Monet said that the hint was given that you can make everyone happen with the right solution. After giving everyone time to think and explain their answers, she gave the correct answer:
The old lady of course! After helping the old lady into the car, you can give your keys to your friend, and wait with your dream man for the bus.
Ben came into the kitchen and I asked him, "Is that what you would do?" (Thinking he, of course, would know that I meant his dream girl-me, would be waiting at the bus stop.) His answer will forever be embedded in my brain. Somehow I felt like I was watching the tears plummet from my face, dropping in little droplets into the dish water.
My husband has just told me something that make his words thunder to earth inside me, in contradiction to the sarcasm he used to deliver them, and I feel the planet I lived on shift beneath my feet, starting to crack and twist apart. My temperature dropped and shivering I grab my sweater. Shock, a tiny voice said, will do that. Ben's words still whirled past, assuring me that it was all going to be fine.
Suddenly I needed to leave. I held it in until after the long drive home. As I was walking down the stairs after tucking the boys into bed, the picture of Christ hanging on the wall seemed to be staring at me. It dropped off the nail it was hanging on when I walked by and broke a corner of the frame off. I asked Ben if it was a sign that our life was falling apart. I couldn't hold in the tears anymore, hair caught in my eyes and my runny nose and I knew God was watching. Was aware of my tears and panic and devastation and I stood in the hallway, feeling broken and frozen and loved all at the same time.
*^*^*^*^*^*^*^*^
I've just spent the last 20 days going over my handwritten journal of the events of that year, leading up to that night. The pain and hurt in every word is awful, and reading it now still hurts like being punched in the chest by a fighter.
All that, and Ben hadn't even told me the rest of it. I now know you can have several life changing events happen, all in the space of a couple of hours.
I'm not expecting to go to Little Red and have a life changing event. Some days (minutes) the only reason I'm going is because I've paid for it. Some days (hours) I look forward to it because I will get to see my little Connor man and Jossy. I'm looking forward to having time when I am not working, can't do housework and won't have my boys with me. I may even squeeze in a movie before I drive home.
I'm going because I'm obedient. I'm not going to race, or get the t-shirt, or impress/appall people with my fitness level, flabby legs or pale skin. I'm going because I promised God that I would go to whatever opportunities open up for me, and he made it clear that He expected me to keep it. (I asked).

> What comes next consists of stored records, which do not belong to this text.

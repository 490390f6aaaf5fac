"""Checked states, envelope, clearance and load changes as tables for a person at a terminal."""

from __future__ import annotations

from typing import TYPE_CHECKING

from dxfcable.drawing.painting.naming import anchor_feet
from dxfcable.lengths import format_elevation, format_length
from dxfcable.quantities import format_force
from dxfcable.recorded import CUT
from dxfcable.reporting.plain_output import Table
from dxfcable.units import FORCE_UNITS

if TYPE_CHECKING:
    from collections.abc import Iterator

    from rich.console import Console

    from dxfcable.model import (
        Anchorage,
        Clearance,
        Envelope,
        Extreme,
        FormedCable,
        Layout,
        Movement,
        Revised,
        Solution,
        State,
    )
    from dxfcable.reporting.plain_output import PlainConsole

    Out = Console | PlainConsole

_DIGITS = 4
_LONGEST = 30  # letters of a combination, before tables name it by its number


def show_states(out: Out, formed: FormedCable, layout: Layout) -> None:
    """Print the states of a cable, their extremes and the least clearance, where it has any.

    Parameters
    ----------
    out : Console or PlainConsole
    formed : FormedCable
        Without a state or clearance nothing is printed of it.
    layout : Layout
        Gives the units.
    """
    if formed.states:
        names = _names(formed)
        out.print(f"states, unstressed lengths kept{head_words(formed)}")
        for combo, name in names.items():
            if combo != name:
                out.print(_safe(f"{name}: {combo}"))
        out.print(_states_table(formed, layout, names))
        for line in _remarks(formed):
            out.print(_safe(line))
        if any(state.anchorages for state in formed.states):
            out.print(f"masts, stays and uplift of anchors{head_words(formed)}")
            out.print(_members_table(formed, layout, names))
        if formed.envelope is not None:
            _show_envelope(out, formed, formed.envelope, layout, names)
    if formed.clearance is not None:
        out.print(_safe(_clearance_words(formed, formed.clearance, layout)))


def show_changes(out: Out, solution: Solution, layout: Layout) -> None:
    """Print what a load change did to each cable: what was held, before, after, what moved."""
    after = {formed.mark: formed for formed in solution.cables}
    for revised in solution.revised:
        out.print()
        now = after[revised.cable]
        words = f"Cable {revised.cable} revised, {_held_words(revised)}{head_words(now)}"
        out.print(_safe(words), style="bold")
        out.print(_before_after(revised.before, now, layout))
        out.print(f"movement{head_words(now)}; up and to the right positive")
        for table in _movement_tables(revised.movement, layout):
            out.print(table)


def head_words(formed: FormedCable) -> str:
    """Say in a table's head that a cable already cut runs as inextensible; "" for any other."""
    return " (cut, inextensible)" if formed.status == CUT and not formed.ea else ""


def _names(formed: FormedCable) -> dict[str, str]:
    """Name the combinations as typed, or by their numbers where one is long."""
    combos = [formed.under, *(state.combo for state in formed.states)]
    unique = list(dict.fromkeys(combos))
    if max(map(len, unique)) <= _LONGEST:
        return {combo: combo for combo in unique}
    return {combo: f"state {number}" for number, combo in enumerate(unique, start=1)}


def _level(level: str, *, is_assumed: bool) -> str:
    return f"{level}, assumed" if is_assumed else level


def _states_table(formed: FormedCable, layout: Layout, names: dict[str, str]) -> Table:
    """List pull, largest tension and low point of each state, as drawn first."""
    table = Table(("state", "level", "pull H", "largest tension", "in", "low point"))
    lift = formed.nodes[0].elevation - formed.nodes[0].y
    low = min(span.low_point[1] for span in formed.spans)
    table.add_row(
        _safe(f"{names[formed.under]}, as drawn"),
        _level(formed.level, is_assumed=formed.level_is_assumed),
        "" if formed.horizontal is None else _force(formed.horizontal, layout),
        _force(formed.max_tension, layout),
        _safe(formed.governs.segment),
        _elevation(low + lift, layout),
    )
    for state in formed.states:
        name, level = (
            _state_name(state, names),
            _level(state.level, is_assumed=state.level_is_assumed),
        )
        if state.fault:
            table.add_row(_safe(name), level, "no shape", "", "", "")
            continue
        table.add_row(
            _safe(name),
            level,
            _force(state.horizontal, layout),
            _force(state.max_tension, layout),
            _safe(state.governs.segment) if state.governs else "",
            _elevation(state.low_point[1] + lift, layout) if state.low_point else "",
        )
    return table


def _state_name(state: State, names: dict[str, str]) -> str:
    """Name a state, with its change of temperature."""
    change = f", {state.delta_t:+.6g} K" if state.delta_t else ""
    return f"{names[state.combo]}{change}"


def _remarks(formed: FormedCable) -> Iterator[str]:
    """Say which hangers are slack, and why a state has no shape."""
    for state in formed.states:
        if state.fault:
            yield f"no shape under {state.combo}: {state.fault}"
        if state.slack:
            word = "hanger" if len(state.slack) == 1 else "hangers"
            yield f"slack under {state.combo}: {word} {', '.join(state.slack)}"


def _members_table(formed: FormedCable, layout: Layout, names: dict[str, str]) -> Table:
    """List forces of masts, stays and anchors, a row for each state and support."""
    table = Table(("state", "level", "at", "mast", "stays", "uplift"))
    for state in formed.states:
        for joint in state.anchorages:
            table.add_row(
                _safe(_state_name(state, names)),
                _level(state.level, is_assumed=state.level_is_assumed),
                _safe(joint.mark),
                "" if joint.mast is None else _force(joint.mast, layout),
                ", ".join(_force(stay, layout) for stay in joint.stays),
                _safe(_uplifts(joint, layout)),
            )
    return table


def _uplifts(joint: Anchorage, layout: Layout) -> str:
    """Write the uplift of each anchor, named by mark or member where there are several."""
    forces = [_force(anchor.uplift, layout) for anchor in joint.anchors]
    if len(forces) < 2:
        return ", ".join(forces)
    names = [
        anchor.mark or foot.lower()
        for anchor, foot in zip(joint.anchors, anchor_feet(joint), strict=True)
    ]
    return ", ".join(f"{name} {force}" for name, force in zip(names, forces, strict=True))


def _show_envelope(
    out: Out, formed: FormedCable, found: Envelope, layout: Layout, names: dict[str, str]
) -> None:
    """Print the extremes: of the cable, of each point, of each piece."""
    levels = {formed.under: formed.level}
    levels |= {state.combo: state.level for state in formed.states}
    is_mixed = len(set(levels.values())) > 1

    def by(extreme: Extreme) -> str:
        level = f", {levels[extreme.combo]}" if is_mixed else ""
        return _safe(f"{names[extreme.combo]}{level}")

    level = "" if is_mixed else f", {next(iter(levels.values()))} level"
    out.print(f"envelope{level}{head_words(formed)}")
    table = Table(("", "value", "under"))
    rows = [("largest tension", found.max_tension), ("least tension", found.min_tension)]
    rows += [("largest uplift", found.max_uplift)] if found.max_uplift else []
    for name, extreme in rows:
        table.add_row(name, _force(extreme.value, layout), by(extreme))
    out.print(table)
    if found.points:
        table = Table(("point", "lowest", "under", "highest", "under"))
        for point in found.points:
            low, high = point.lowest, point.highest
            table.add_row(
                _safe(point.mark),
                _elevation(low.value, layout),
                by(low),
                _elevation(high.value, layout),
                by(high),
            )
        out.print(table)
    table = Table(("segment", "largest tension", "under", "least tension", "under"))
    for piece in found.segments:
        most, least = piece.most, piece.least
        table.add_row(
            _safe(piece.name),
            _force(most.value, layout),
            by(most),
            _force(least.value, layout),
            by(least),
        )
    out.print(table)


def _clearance_words(formed: FormedCable, found: Clearance, layout: Layout) -> str:
    """Say where and under what the cable comes nearest to its clearance line."""
    level = {formed.under: formed.level} | {s.combo: s.level for s in formed.states}
    below = ", under the line" if found.least < 0.0 else ""
    return (
        f"least clearance {_length(found.least, layout)}{below} at x {found.at[0]:.6g}, "
        f"under {found.state} ({level.get(found.state, formed.level)}){head_words(formed)}"
    )


def _held_words(revised: Revised) -> str:
    return "its rule held" if revised.held == "rule" else "its cut length held"


def _before_after(before: FormedCable, after: FormedCable, layout: Layout) -> Table:
    """Set the main figures side by side."""
    table = Table(("", "before", "after"))
    pulls = [
        "" if cable.horizontal is None else _force(cable.horizontal, layout)
        for cable in (before, after)
    ]
    table.add_row("pull H", *pulls)
    table.add_row("largest tension", *(_largest(cable, layout) for cable in (before, after)))
    table.add_row("sag", *(_length(cable.sag, layout) for cable in (before, after)))
    table.add_row(
        "unstressed length",
        *(_length(cable.unstressed_length, layout) for cable in (before, after)),
    )
    table.add_row("under", *(_safe(f"{c.under}, {c.level}") for c in (before, after)))
    if before.delta_t or after.delta_t:
        table.add_row("from reference", *(f"{c.delta_t:+.6g} K" for c in (before, after)))
    return table


def _largest(cable: FormedCable, layout: Layout) -> str:
    return f"{_force(cable.max_tension, layout)} in {_safe(cable.governs.segment)}"


def _movement_tables(moved: tuple[Movement, ...], layout: Layout) -> Iterator[Table]:
    """List loads and movements, then levels, tensions and hangers: one table were too wide."""
    table = Table(
        ("point", "load before", "load after", "dx", "dy", "dx since forming", "dy since forming")
    )
    for row in moved:
        table.add_row(
            _safe(row.mark),
            "" if row.is_support else _force(row.load_before, layout),
            "" if row.is_support else _force(row.load_after, layout),
            *(_signed(value, layout) for value in (row.dx, row.dy, row.sum_dx, row.sum_dy)),
        )
    yield table
    table = Table(("point", "elevation before", "after", "tension before", "after"))
    for row in moved:
        table.add_row(
            _safe(row.mark),
            _elevation(row.elevation_before, layout),
            _elevation(row.elevation_after, layout),
            _force(row.tension_before, layout),
            _force(row.tension_after, layout),
        )
    yield table
    hung = [row for row in moved if row.lean_deg is not None]
    if not hung:
        return
    table = Table(("hanger", "leans", "longer by this it holds the deck"))
    for row in hung:
        change = "" if row.hanger_change is None else _signed(row.hanger_change, layout)
        table.add_row(_safe(row.mark), f"{row.lean_deg:.2f} deg", change)
    yield table


def _signed(value: float, layout: Layout) -> str:
    """Write a movement with its sign, none for what does not show."""
    text = _length(value, layout)
    if text == _length(0.0, layout) or text.startswith("-"):
        return text
    return f"+{text}"


def _length(value: float, layout: Layout) -> str:
    return format_length(value, layout.length_unit)


def _elevation(value: float, layout: Layout) -> str:
    return format_elevation(value, layout.length_unit)


def _force(value: float, layout: Layout) -> str:
    """Write a force, bare while its unit is not known."""
    if layout.force_unit not in FORCE_UNITS:
        return f"{value:.{_DIGITS}g}"
    return format_force(value, layout.force_unit, _DIGITS)


def _safe(text: str) -> str:
    """Replace what a terminal cannot show: bytes that did not decode."""
    return text.encode("utf-8", "backslashreplace").decode("utf-8")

Maybe it's because hockey season is coming to an end, that all these memories are jumping up at me, yelling for attention, or sneaking up on me on an ordinary Wednesday with sharp angry teeth against my beating heart. Maybe it's because I'm trying to get the last bloody string of Christmas lights down without a ladder (Ben got that in the divorce) or because I'm trying to change a stupid, frustrating bike tire on Max's bike without a wrench (Ben got the tools too) that the whole mess is getting me with hopes that I can survive the worst emotional disaster of my life, or at least be able to breathe through it.
Maybe it's because conversations at baseball sign ups have been raised that have me poking the sensitive areas, checking that the damage has been contained, that there's no rot or decay to dig out, and realizing again that hope really does float, just as promised.
Maybe it's because I'm still quietly terrified that I'm not going to get in to nursing school, that the notice I received today that I am an alternate, I'm remembering the catastrophic potential of caring about something. About choosing to take risks. And having the possibility of not really knowing what will happen at all.
Maybe it's all of it.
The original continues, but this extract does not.